Aurora Cunha recorda que não foi fácil começar a carreira, pois, na altura, não era bem visto “uma miúda com 15 anos a andar a correr às voltas da igreja”. Além disso, a vimaranense teve de conjugar os treinos com o trabalho, já que trabalhava oito horas por dia numa empresa da sua aldeia: “levantava-me às sete horas da manhã, fazia o meu treino e depois ia trabalhar.” Apesar das dificuldades, Aurora afirma que sempre lutou por aquilo em que acreditava e que gostava de fazer: “sempre amei esta modalidade e fui persistente”.
“O atletismo é uma modalidade muito dura e tem que se gostar mesmo daquilo que se faz.”
Atualmente, o atletismo é “totalmente diferente” de quando Aurora Cunha começou, considera a atleta. Embora a modalidade em si continue igual, os vários apoios e acompanhamentos, que existem hoje para os atletas, não existiam antigamente: “não há dúvida que os atletas têm todas as condições – existem, em Portugal, atualmente, 99 pistas e, no meu tempo, havia apenas a do Estádio das Antas e a do Estádio Nacional, que era onde nós competíamos”.
Com 20 anos a competir ao mais alto nível, com tantas vitórias e recordes nacionais, Aurora Cunha acredita que pode inspirar uma geração mais nova de atletas e afirma ver um futuro risonho em muitos jovens, como em Mariana Machado, filha de Albertina Machado, atleta da mesma geração que Aurora Cunha.
Apesar de acreditar que hoje não cometeria alguns erros do passado, Aurora afirma que tem uma carreira da qual se pode orgulhar em todos os aspetos – a nível competitivo, de treino, mas, principalmente, a nível de vitórias. A conquista que recorda com mais carinho foi ser campeã do mundo pela terceira vez consecutiva, em Lisboa, porque “mostrou que o povo português gostava de atletismo”.

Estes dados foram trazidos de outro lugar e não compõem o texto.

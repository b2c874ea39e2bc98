/**
 * "Rerun" from a plan sheet: find the run record stored for the sheet and read it, or say why not.
 */
import type { RunRecord } from "../sheets/PlanSettings.js";
import { SCENARIO_SETTINGS_PREFIX, scenarioSettingsKey } from "../sheets/scenarioSettingsKey.js";
import { parseRunRecord } from "../sheets/settingsSchema.js";
import { TERMS } from "../sheets/terms.js";
import type { WorkbookPort } from "../workbook/WorkbookPort.js";

/**
 * The run record stored with a plan sheet.
 *
 * @param port - the workbook
 * @param sheet - the plan sheet's name
 * @returns the record, or the message to show when the sheet has none or it cannot be read
 */
export async function storedRunRecord(port: WorkbookPort, sheet: string): Promise<{ record: RunRecord } | { message: string }> {
  const stored = runRecordText(await port.readSettings(), sheet, await port.sheetId(sheet));
  if (!stored) {
    return { message: `"${sheet}" is not a plan sheet made by Kiln (no stored settings). Go to a plan sheet and try again.` };
  }
  const loaded = parseRunRecord(stored);
  if (!loaded.ok) {
    return {
      message: `The settings stored for "${sheet}" cannot be read (${loaded.message}); press ${TERMS.planAction} with the pane's settings instead.`,
    };
  }
  return { record: loaded.record };
}

/**
 * The stored run record (JSON text) of a plan sheet: the one that names the sheet's id, else the
 * one stored under its name.
 *
 * @param settings - the workbook's settings store
 * @param sheet - the sheet's current name
 * @param id - its rename-proof id (`WorkbookPort.sheetId`)
 * @returns the JSON text, or `undefined` when the sheet has none
 * @example runRecordText({ "kiln.scenario.Plan": "{...}" }, "Plan", undefined) // => "{...}"
 */
export function runRecordText(settings: Readonly<Record<string, string>>, sheet: string, id: string | undefined): string | undefined {
  return recordBySheetId(settings, id) ?? settings[scenarioSettingsKey(sheet)];
}

/**
 * The stored record that names this sheet id: it still belongs to the sheet after a rename,
 * when the key (made from the old name) no longer does.
 */
function recordBySheetId(settings: Readonly<Record<string, string>>, id: string | undefined): string | undefined {
  if (id === undefined) return undefined;
  for (const [key, value] of Object.entries(settings)) {
    if (!key.startsWith(SCENARIO_SETTINGS_PREFIX)) continue;
    const loaded = parseRunRecord(value);
    if (loaded.ok && loaded.record.sheetId === id) return value;
  }
  return undefined;
}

“Ao longo destes últimos 20 e tal anos ligados à modalidade deixamos um marco e é isso de que me orgulho: deixei um marco no país”.
A minhota esteve presente em três Jogos Olímpicos, estreando-se em Los Angeles, em 1984, onde alcançou um sexto lugar nos 3000 metros. Para Aurora, estrear-se nesta prova representou a concretização de um sonho e sublinha que são quatro anos de trabalhos intensivos, estágios e lesões e que cumprir os mínimos para se ser apurado “não é fácil”. Embora nem sempre tudo corra como desejado, defende que é essencial que os atletas acreditem na preparação que fizeram e que estão a lutar pelo melhor resultado. “E, depois, é sonhar – cada atleta presente tem de sonhar em chegar ao ponto mais alto na sua carreira. Estou otimista que a nossa comitiva vai fazer uma boa figura nos Jogos Olímpicos de Tóquio”, acrescenta.

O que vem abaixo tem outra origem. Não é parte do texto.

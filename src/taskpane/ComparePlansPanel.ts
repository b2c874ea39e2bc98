/**
 * The pane's "Compare plans…": run two or more temperature plans (the form's own, the schedules
 * with their defaults, and one more typed in the notation of `kiln compare-schedules --try`) with
 * several seeds each on the same tables and budget, one run after another in the solver worker,
 * and show per plan the median, best and worst cost, vehicles and feasible runs (`summariseRuns`,
 * the same figures the command line prints) and every run's best-cost curve overlaid.
 */
import { summariseRuns, type Progress, type SeededRun, type SolveResult } from "../core/index.js";
import { formatCooling } from "../sheets/formatCooling.js";
import type { PlanSettings } from "../sheets/PlanSettings.js";
import type { ReadResult } from "../sheets/ReadResult.js";
import { parseSettingValue } from "../sheets/settingsSchema.js";
import { TERMS } from "../sheets/terms.js";
import {
  formatTemperaturePlan,
  parseTemperaturePlan,
  TEMPERATURE_PLAN_EXAMPLE,
  withTemperaturePlan,
  type TemperaturePlan,
} from "../sheets/temperaturePlan.js";
import { ComparePlot } from "./ComparePlot.js";
import type { SolverClient } from "./SolverClient.js";
import { vehicleColour } from "./vehicleColour.js";

/** The most seeds the pane runs each plan with. */
export const PANE_MAX_SEEDS = 20;

/** What the panel needs from the pane. */
export interface ComparePlansHost {
  readonly solver: SolverClient;
  /** The form's settings as they stand (the schedule of "This form's plan"). */
  formSettings(): PlanSettings;
  /** Read the tables with the form's settings; undefined (the pane shows why) when they cannot be planned. */
  prepare(): Promise<(ReadResult & { ok: true }) | undefined>;
  /** Called when a comparison starts or ends, so the pane can enable or disable Plan routes. */
  busyChanged(): void;
  guard<A extends unknown[]>(action: string, fn: (...args: A) => unknown): (...args: A) => void;
}

/** One temperature plan of a comparison, with the settings its runs use. */
interface ComparedPlan {
  readonly plan: TemperaturePlan;
  readonly settings: PlanSettings;
  readonly runs: SeededRun[];
}

/** The "Compare plans…" section of the pane. */
export class ComparePlansPanel {
  private readonly el = {
    section: byId<HTMLDetailsElement>("compare-plans"),
    current: byId<HTMLInputElement>("compare-current"),
    currentText: byId("compare-current-text"),
    choices: [...document.querySelectorAll<HTMLInputElement>("#compare-plans input[name='compare-plan']")],
    other: byId<HTMLInputElement>("compare-other"),
    seeds: byId<HTMLInputElement>("compare-seeds"),
    seconds: byId<HTMLInputElement>("compare-seconds"),
    run: byId<HTMLButtonElement>("compare-run"),
    stop: byId<HTMLButtonElement>("compare-stop"),
    status: byId("compare-status"),
    table: byId<HTMLTableElement>("compare-table"),
    body: byId<HTMLTableSectionElement>("compare-table-body"),
    list: byId<HTMLOListElement>("compare-plan-list"),
    plot: byId("compare-plot"),
  };
  private readonly plot = new ComparePlot(this.el.plot);
  private going = false;
  private stopRequested = false;

  constructor(private readonly host: ComparePlansHost) {}

  /** True while a comparison runs. */
  get running(): boolean {
    return this.going;
  }

  /** Wire the buttons and show the form's plan. */
  init(): void {
    this.el.run.addEventListener(
      "click",
      this.host.guard("Compare plans", () => this.compare()),
    );
    this.el.stop.addEventListener("click", () => {
      this.stopRequested = true;
      this.host.solver.stop();
    });
    this.el.section.addEventListener("toggle", () => this.refresh());
    this.refresh();
    this.setButtons();
  }

  /** Show the form's current temperature plan beside its checkbox (call when the form changes). */
  refresh(): void {
    const plan = this.formPlan();
    this.el.currentText.textContent = `${formatCooling(plan.cooling, plan.rule, { p0: plan.p0!, pEnd: plan.pEnd! })} (${plan.text})`;
  }

  /** Disable Run while anything runs; enable Stop only during a comparison. */
  setButtons(): void {
    this.el.run.disabled = this.going || this.host.solver.running;
    this.el.stop.disabled = !this.going;
  }

  private formPlan(): TemperaturePlan {
    const s = this.host.formSettings();
    const plan = { cooling: s.cooling, rule: s.rule, p0: s.p0, pEnd: s.pEnd };
    return { ...plan, text: formatTemperaturePlan(plan) };
  }

  /** The plans ticked or typed, or the messages saying what to fix. */
  private chosenPlans(): { plans: TemperaturePlan[] } | { errors: string[] } {
    const plans: TemperaturePlan[] = [];
    const errors: string[] = [];
    if (this.el.current.checked) plans.push(this.formPlan());
    for (const box of this.el.choices) {
      if (box === this.el.current || !box.checked) continue;
      const parsed = parseTemperaturePlan(box.value);
      if ("plan" in parsed) plans.push(parsed.plan);
      else errors.push(`${box.value}: ${parsed.error}`);
    }
    const other = this.el.other.value.trim();
    if (other !== "") {
      const parsed = parseTemperaturePlan(other);
      if ("plan" in parsed) plans.push(parsed.plan);
      else errors.push(`Another plan "${other}": ${parsed.error}`);
    }
    if (errors.length === 0 && plans.length < 2) {
      errors.push(
        `Compare plans: ${plans.length === 0 ? "no plan is chosen" : "only one plan is chosen"}; tick at least two plans, or tick one and type another under Another plan (e.g. ${TEMPERATURE_PLAN_EXAMPLE}).`,
      );
    }
    return errors.length > 0 ? { errors } : { plans };
  }

  private async compare(): Promise<void> {
    if (this.going) return;
    if (this.host.solver.running) return this.say(`${TERMS.planAction} is running: stop it or wait for it, then compare.`);
    const chosen = this.chosenPlans();
    const seeds = parseSeeds(this.el.seeds.value);
    const seconds = parseSettingValue("seconds", this.el.seconds.value);
    const errors = [
      ...("errors" in chosen ? chosen.errors : []),
      ...("error" in seeds ? [seeds.error] : []),
      ...(seconds.ok ? [] : [`Compare plans, Seconds per run: ${seconds.message}`]),
    ];
    if (errors.length > 0 || !("plans" in chosen) || !("seeds" in seeds) || !seconds.ok) return this.say(errors.join(" "));
    const read = await this.host.prepare();
    if (!read) return this.say("The tables cannot be planned yet: fix what is listed under Stops and Fleet, then compare.");
    const base = read.settings;
    const compared: ComparedPlan[] = [];
    for (const plan of chosen.plans) {
      const applied = withTemperaturePlan(base, plan);
      if ("error" in applied) return this.say(`Plan "${plan.text}": ${applied.error}`);
      compared.push({ plan, settings: applied.settings, runs: [] });
    }
    const budget = base.moves !== undefined ? { moves: base.moves } : { seconds: seconds.value as number };
    const budgetText = "moves" in budget ? `${budget.moves} moves (the Settings sheet's move budget)` : `${budget.seconds} s`;
    const total = compared.length * seeds.seeds;
    this.going = true;
    this.stopRequested = false;
    this.plot.reset();
    this.renderTable(read, []);
    this.setButtons();
    this.host.busyChanged();
    let made = 0;
    try {
      for (const [i, c] of compared.entries()) {
        if (this.stopRequested) break;
        for (let k = 0; k < seeds.seeds && !this.stopRequested; k++) {
          const seed = base.seed + k;
          this.say(`Run ${made + 1} of ${total}: plan ${i + 1}, seed ${seed}, ${budgetText} each…`);
          this.plot.addRun(`plan ${i + 1}, seed ${seed}`, vehicleColour(i));
          const { result, stopped } = await this.runOne(read, c.settings, seed, budget);
          if (stopped) {
            this.stopRequested = true;
            break;
          }
          c.runs.push({ seed, plan: result.plan });
          made++;
        }
      }
    } finally {
      this.going = false;
      this.setButtons();
      this.host.busyChanged();
    }
    this.renderTable(read, compared);
    this.say(
      made === total
        ? `Done: ${total} runs, ${seeds.seeds} seed(s) from ${base.seed} for each of ${compared.length} plans, ${budgetText} each.`
        : `Stopped after ${made} of ${total} runs; the table counts the finished runs only.`,
    );
  }

  private runOne(
    read: ReadResult & { ok: true },
    s: PlanSettings,
    seed: number,
    budget: { moves: number } | { seconds: number },
  ): Promise<{ result: SolveResult; stopped: boolean }> {
    return new Promise((resolve, reject) => {
      this.host.solver.start(
        read.problem,
        { seed, budget, rule: s.rule, cooling: s.cooling, p0: s.p0, pEnd: s.pEnd },
        {
          onProgress: (p: Progress) => this.plot.add(p),
          onResult: (result, stopped) => resolve({ result, stopped }),
          onError: (message, issues) =>
            reject(new Error([message, ...issues.map((i) => `${i.sheet}${i.cell ? "!" + i.cell : ""}: ${i.message}`)].join(" "))),
        },
      );
    });
  }

  private renderTable(read: ReadResult & { ok: true }, compared: readonly ComparedPlan[]): void {
    const { body, list, table } = this.el;
    body.replaceChildren();
    list.replaceChildren();
    table.hidden = compared.length === 0;
    for (const [i, c] of compared.entries()) {
      const tr = document.createElement("tr");
      const th = document.createElement("th");
      th.scope = "row";
      const swatch = document.createElement("span");
      swatch.className = "swatch";
      swatch.style.background = vehicleColour(i);
      swatch.setAttribute("aria-hidden", "true");
      th.append(swatch, String(i + 1));
      tr.append(th);
      if (c.runs.length === 0) {
        for (let k = 0; k < 5; k++) tr.append(cell("–"));
      } else {
        const s = summariseRuns(read.problem, c.runs);
        const lo = Math.min(...s.vehicles);
        const hi = Math.max(...s.vehicles);
        tr.append(cell(money(s.median)), cell(money(s.best)), cell(money(s.worst)), cell(lo === hi ? String(lo) : `${lo}–${hi}`));
        tr.append(cell(`${s.feasible} of ${s.seeds.length}`));
        Object.assign(tr.dataset, { median: String(s.median), best: String(s.best), worst: String(s.worst), feasible: String(s.feasible) });
        tr.dataset.costs = JSON.stringify(s.costs);
      }
      body.append(tr);
      const li = document.createElement("li");
      li.textContent = `${formatCooling(c.settings.cooling, c.settings.rule, c.settings)} — ${c.plan.text}`;
      list.append(li);
    }
  }

  private say(text: string): void {
    this.el.status.textContent = text;
  }
}

/** Check the seeds field: a whole number from 1 to `PANE_MAX_SEEDS`. */
function parseSeeds(text: string): { seeds: number } | { error: string } {
  const n = Number(text.trim());
  if (text.trim() !== "" && Number.isInteger(n) && n >= 1 && n <= PANE_MAX_SEEDS) return { seeds: n };
  return { error: `Compare plans, Seeds: "${text}" is not valid: enter a whole number from 1 to ${PANE_MAX_SEEDS}, such as 3.` };
}

function cell(text: string): HTMLTableCellElement {
  const td = document.createElement("td");
  td.textContent = text;
  return td;
}

function money(x: number): string {
  return x.toLocaleString("en", { minimumFractionDigits: 2, maximumFractionDigits: 2 });
}

function byId<T extends HTMLElement = HTMLElement>(id: string): T {
  const el = document.getElementById(id);
  if (!el) throw new TypeError(`taskpane.html has no element #${id}`);
  return el as T;
}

Do ponto de vista de Aurora Cunha, para se ser um atleta de excelência é necessário ter-se talento, condições e conciliar o desporto com trabalho ou estudos: “infelizmente, não é fácil, mas já foi mais difícil no passado – os atletas de alta competição hoje têm muitos mais apoios, facilidade em fazer exames e escolher universidades – isso é muito bom para os atletas; no meu tempo não havia nada disso”.

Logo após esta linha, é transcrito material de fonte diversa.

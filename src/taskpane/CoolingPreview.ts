/**
 * The cooling-schedule preview under the settings: samples the mean uphill change of the read
 * problem in the worker, then draws temperature and acceptance over the run from the form's
 * schedule (computed here: a profile is a closed form of about a hundred points).
 */
import { calibrateTemperatures, describeProfile, endOfRunText, profile, type Progress } from "../core/index.js";
import type { ReadResult } from "../sheets/ReadResult.js";
import { CoolingPlot } from "./CoolingPlot.js";
import { readForm, type PaneDom } from "./paneDom.js";
import { settingsFromForm } from "./settingsFromForm.js";
import { SolverClient, WorkerError } from "./SolverClient.js";

/** The form cells that do not affect the cooling preview (their issues are shown elsewhere). */
const NOT_COOLING = ["Scenario", "Detour factor", "Speed", "Service time", "Seed"];

/** The preview: the plot, the one-line reading and the sampled changes it is drawn from. */
export class CoolingPreview {
  private readonly plot: CoolingPlot;
  private meanUphill: number | undefined;
  private uphill: readonly number[] = [];
  private sampledFor: ReadResult | undefined;
  /** Measured: by the worker's timed burst on the sampled problem, then by each finished run. */
  private movesPerSecond: number | undefined;

  /**
   * @param dom - the pane's elements (plot canvas and reading line)
   * @param solver - the worker client that samples
   */
  constructor(
    private readonly dom: PaneDom,
    private readonly solver: SolverClient,
  ) {
    this.plot = new CoolingPlot(dom.coolingPlot);
  }

  /**
   * Sample the uphill changes of `read`'s problem (once per read), then redraw.
   *
   * @param read - a successful read
   * @param isCurrent - false when a newer read replaced `read` while sampling (the answer is dropped)
   */
  async sample(read: ReadResult & { ok: true }, isCurrent: () => boolean): Promise<void> {
    if (this.sampledFor === read) return;
    this.dom.coolingReading.textContent = "Sampling cost changes…";
    try {
      const { meanUphill, uphill, movesPerSecond } = await this.solver.sample(read.problem, read.settings.seed);
      if (!isCurrent()) return;
      this.sampledFor = read;
      this.meanUphill = meanUphill;
      this.uphill = uphill;
      if (movesPerSecond !== undefined) this.movesPerSecond = movesPerSecond;
    } catch (err) {
      if (!(err instanceof WorkerError)) throw err;
      this.meanUphill = undefined;
      this.dom.coolingReading.textContent = `Could not sample: ${err.message}`;
      return;
    }
    this.draw();
  }

  /** Remember the speed of a finished run, so a seconds budget previews as that many moves. */
  measured(moves: number, elapsedMs: number): void {
    if (elapsedMs > 500) this.movesPerSecond = moves / (elapsedMs / 1000);
  }

  /** Put the calibrated start and end temperatures into blank T₀ and T_end fields. */
  fillCalibratedTemperatures(): void {
    const d = this.dom;
    if (this.meanUphill === undefined || !(this.meanUphill > 0)) return;
    if (d.t0.value.trim() !== "" && d.tEnd.value.trim() !== "") return;
    const s = settingsFromForm(readForm(d)).settings;
    const t = calibrateTemperatures(this.meanUphill, s.rule, s.p0, s.pEnd, this.uphill);
    if (d.t0.value.trim() === "") d.t0.value = String(Number(t.t0.toPrecision(4)));
    if (d.tEnd.value.trim() === "") d.tEnd.value = String(Number(t.tEnd.toPrecision(4)));
  }

  /** Plot the share of worse moves a running optimization accepts beside the planned profile. */
  observe(p: Progress): void {
    if (p.worseAccepted !== undefined) this.plot.observe(p.fraction, p.worseAccepted);
  }

  /** Forget the observed shares (a new run starts). */
  clearObserved(): void {
    this.plot.clearObserved();
  }

  /** Redraw from the form's settings and the sampled mean uphill change. */
  draw(): void {
    const d = this.dom;
    const form = settingsFromForm(readForm(d));
    const coolingIssues = form.issues.filter((i) => !NOT_COOLING.includes(i.cell));
    if (coolingIssues.length > 0) {
      d.coolingReading.textContent = coolingIssues.map((i) => i.message).join(" ");
      d.coolingReading.classList.remove("ok");
      return;
    }
    if (this.meanUphill === undefined || !(this.meanUphill > 0)) return;
    const s = form.settings;
    if (s.moves === undefined && this.movesPerSecond === undefined) {
      d.coolingReading.textContent = "Set a move budget to preview: the speed of this computer could not be measured.";
      return;
    }
    const budgetMoves = Math.max(1, Math.round(s.moves ?? s.seconds * this.movesPerSecond!));
    try {
      const points = profile(s.cooling, s.rule, this.meanUphill, budgetMoves, { p0: s.p0, pEnd: s.pEnd, points: 101, uphill: this.uphill });
      this.plot.show(points);
      const assumed =
        s.moves === undefined ? ` (about ${formatCount(budgetMoves)} moves in ${s.seconds} s at the speed measured on this computer)` : "";
      d.coolingReading.textContent = `${describeProfile(points, s.rule)}${assumed} ${endOfRunText()}`;
      d.coolingReading.classList.add("ok");
      d.coolingReading.dataset.meanUphill = String(this.meanUphill);
    } catch (err) {
      // A parameter outside its range (RangeError from the cooling math) is the user's to fix.
      d.coolingReading.textContent = err instanceof Error ? err.message : String(err);
      d.coolingReading.classList.remove("ok");
    }
  }
}

function formatCount(n: number): string {
  return n >= 1e6 ? `${(n / 1e6).toPrecision(3)} M` : n >= 1e3 ? `${Math.round(n / 1e3)} k` : String(n);
}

Apesar de ter abandonado a alta competição, a atleta continua ligada à modalidade, embora defenda que é necessário “sair pela porta grande”. Atualmente, Aurora Cunha trabalha com uma empresa de eventos, mas, com a pandemia, já não vê provas há mais de um ano. “Toda a gente está com muitas saudades das corridas e caminhadas”. Sempre que pode, a minhota faz corridas três a quatro vezes por semana, contudo, reconhece que os tempos de sofrimento já passaram e que agora treina somente “por prazer”.